(Dataset items)
package schedule

import (
	"bytes"
	"errors"
	"math"
	"math/rand/v2"
	"strings"
	"testing"
	"time"
)

func tireRig() RigSpec {
	return RigSpec{Name: "tire-drill", SpeedFtPerHr: map[string]float64{Firm: 1200, Soft: 500},
		MobHours: 2, DemobHours: 2, StandbyItem: "standby-hr", StandbyRate: 180}
}

func trackRig() RigSpec {
	return RigSpec{Name: "track-drill", SpeedFtPerHr: map[string]float64{Firm: 800, Soft: 600, Wet: 400},
		WetAccess: true, MobHours: 3, DemobHours: 3, StandbyItem: "standby-hr", StandbyRate: 210}
}

// checkInvariants asserts what every schedule must satisfy: each entry
// inside the working hours of a working day, entries in time order without
// overlap, days in order, each job routed once with exactly its hours of
// work, travel equal to the route's legs, mobilization first and
// demobilization last.
func checkInvariants(t *testing.T, s *Schedule, jobs []Job, rigs []RigSpec, cal Calendar) {
	t.Helper()
	work := map[time.Weekday]bool{}
	wds := cal.WorkDays
	if wds == nil {
		wds = defaultWorkDays
	}
	for _, d := range wds {
		work[d] = true
	}
	workH := map[string]float64{}
	travelH := map[string]float64{}
	pieces := map[string]int{}
	days := map[string]map[time.Time]bool{}
	routed := map[string]int{}
	for _, r := range s.Rigs {
		for _, id := range r.Route {
			routed[id]++
		}
		var prevEnd time.Time
		var prevDate time.Time
		for di, d := range r.Days {
			if !work[d.Date.Weekday()] {
				t.Errorf("%s: entries on %s, a %s, which is not a work day", r.Rig, d.Date.Format(dateLayout), d.Date.Weekday())
			}
			if di > 0 && !d.Date.After(prevDate) {
				t.Errorf("%s: day %s does not follow %s", r.Rig, d.Date.Format(dateLayout), prevDate.Format(dateLayout))
			}
			prevDate = d.Date
			open := d.Date.Add(cal.WorkStart)
			shut := open.Add(hoursDur(cal.HoursPerDay))
			if len(d.Entries) == 0 {
				t.Errorf("%s: day %s has no entries", r.Rig, d.Date.Format(dateLayout))
			}
			for _, e := range d.Entries {
				if e.Start.Before(open) || e.End.After(shut) || !e.End.After(e.Start) {
					t.Errorf("%s %s: %s %s %s–%s outside working hours %s–%s", r.Rig, d.Date.Format(dateLayout), e.Kind, e.JobID,
						hhmm(e.Start), hhmm(e.End), hhmm(open), hhmm(shut))
				}
				if e.Start.Before(prevEnd) {
					t.Errorf("%s %s: %s %s starts %s before the previous entry ends", r.Rig, d.Date.Format(dateLayout), e.Kind, e.JobID, hhmm(e.Start))
				}
				prevEnd = e.End
				switch e.Kind {
				case Work:
					workH[e.JobID] += e.Hours
					pieces[e.JobID]++
				case Travel:
					travelH[e.JobID] += e.Hours
				}
				if e.JobID != "" {
					if days[e.JobID] == nil {
						days[e.JobID] = map[time.Time]bool{}
					}
					days[e.JobID][d.Date] = true
				}
			}
		}
		first, last := r.Days[0].Entries[0], r.Days[len(r.Days)-1].Entries
		if first.Kind == StartUp && len(r.Days[0].Entries) > 1 {
			first = r.Days[0].Entries[1]
		}
		if r.MobHours > 0 && first.Kind != Mobilize {
			t.Errorf("%s: first entry is %s, want mobilize", r.Rig, first.Kind)
		}
		if r.DemobHours > 0 && last[len(last)-1].Kind != Demobilize {
			t.Errorf("%s: last entry is %s, want demobilize", r.Rig, last[len(last)-1].Kind)
		}
	}
	for _, j := range jobs {
		if routed[j.ID] != 1 {
			t.Errorf("job %s routed %d times, want once", j.ID, routed[j.ID])
		}
		if math.Abs(workH[j.ID]-j.Hours) > 1e-6 {
			t.Errorf("job %s worked %.4f h, want %.4f h", j.ID, workH[j.ID], j.Hours)
		}
		// A job is worked in one piece a day, on consecutive field days.
		if pieces[j.ID] != len(days[j.ID]) && travelH[j.ID] == 0 {
			t.Errorf("job %s worked in %d pieces on %d days", j.ID, pieces[j.ID], len(days[j.ID]))
		}
	}
	// The day rule: every day but a rig's last is worked to its end (the
	// start-up allowance, moves, work, standby), so that with no wet day a
	// rig's days are ⌈total hours / (hours a day − start-up)⌉.
	for _, r := range s.Rigs {
		total := 0.0
		for k, d := range r.Days {
			h := 0.0
			for _, e := range d.Entries {
				h += e.Hours
				if e.Kind != StartUp && e.Kind != Standby {
					total += e.Hours
				}
			}
			if k < len(r.Days)-1 && math.Abs(h-cal.HoursPerDay) > 1e-6 {
				t.Errorf("%s %s: %.4f h laid in a %v h day that is not the rig's last", r.Rig, d.Date.Format(dateLayout), h, cal.HoursPerDay)
			}
			if k > 0 || cal.StartUpHours > 0 {
				if cal.StartUpHours > 0 && (len(d.Entries) == 0 || d.Entries[0].Kind != StartUp || math.Abs(d.Entries[0].Hours-cal.StartUpHours) > 1e-9) {
					t.Errorf("%s %s: the day does not open with its %.2f h start-up", r.Rig, d.Date.Format(dateLayout), cal.StartUpHours)
				}
			}
		}
		if len(cal.WetDates) == 0 {
			want := int(math.Ceil(total/(cal.HoursPerDay-cal.StartUpHours) - 1e-9))
			if r.FieldDays != want {
				t.Errorf("%s: %d field days for %.4f h at %v h a day less %v h start-up; want %d", r.Rig, r.FieldDays, total, cal.HoursPerDay, cal.StartUpHours, want)
			}
		}
	}
	if len(s.Stakes) != len(jobs) {
		t.Errorf("%d stakes for %d jobs", len(s.Stakes), len(jobs))
	}
}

**PROBLEM TO WORK ON:** Taking the lines above, repeat exactly those from the line that contains "day %s has no" through the line that contains "for _, j := range", and both of those lines as well. Include nothing else.

**COMPLETED TASK:**
				t.Errorf("%s: day %s has no entries", r.Rig, d.Date.Format(dateLayout))
			}
			for _, e := range d.Entries {
				if e.Start.Before(open) || e.End.After(shut) || !e.End.After(e.Start) {
					t.Errorf("%s %s: %s %s %s–%s outside working hours %s–%s", r.Rig, d.Date.Format(dateLayout), e.Kind, e.JobID,
						hhmm(e.Start), hhmm(e.End), hhmm(open), hhmm(shut))
				}
				if e.Start.Before(prevEnd) {
					t.Errorf("%s %s: %s %s starts %s before the previous entry ends", r.Rig, d.Date.Format(dateLayout), e.Kind, e.JobID, hhmm(e.Start))
				}
				prevEnd = e.End
				switch e.Kind {
				case Work:
					workH[e.JobID] += e.Hours
					pieces[e.JobID]++
				case Travel:
					travelH[e.JobID] += e.Hours
				}
				if e.JobID != "" {
					if days[e.JobID] == nil {
						days[e.JobID] = map[time.Time]bool{}
					}
					days[e.JobID][d.Date] = true
				}
			}
		}
		first, last := r.Days[0].Entries[0], r.Days[len(r.Days)-1].Entries
		if first.Kind == StartUp && len(r.Days[0].Entries) > 1 {
			first = r.Days[0].Entries[1]
		}
		if r.MobHours > 0 && first.Kind != Mobilize {
			t.Errorf("%s: first entry is %s, want mobilize", r.Rig, first.Kind)
		}
		if r.DemobHours > 0 && last[len(last)-1].Kind != Demobilize {
			t.Errorf("%s: last entry is %s, want demobilize", r.Rig, last[len(last)-1].Kind)
		}
	}
	for _, j := range jobs {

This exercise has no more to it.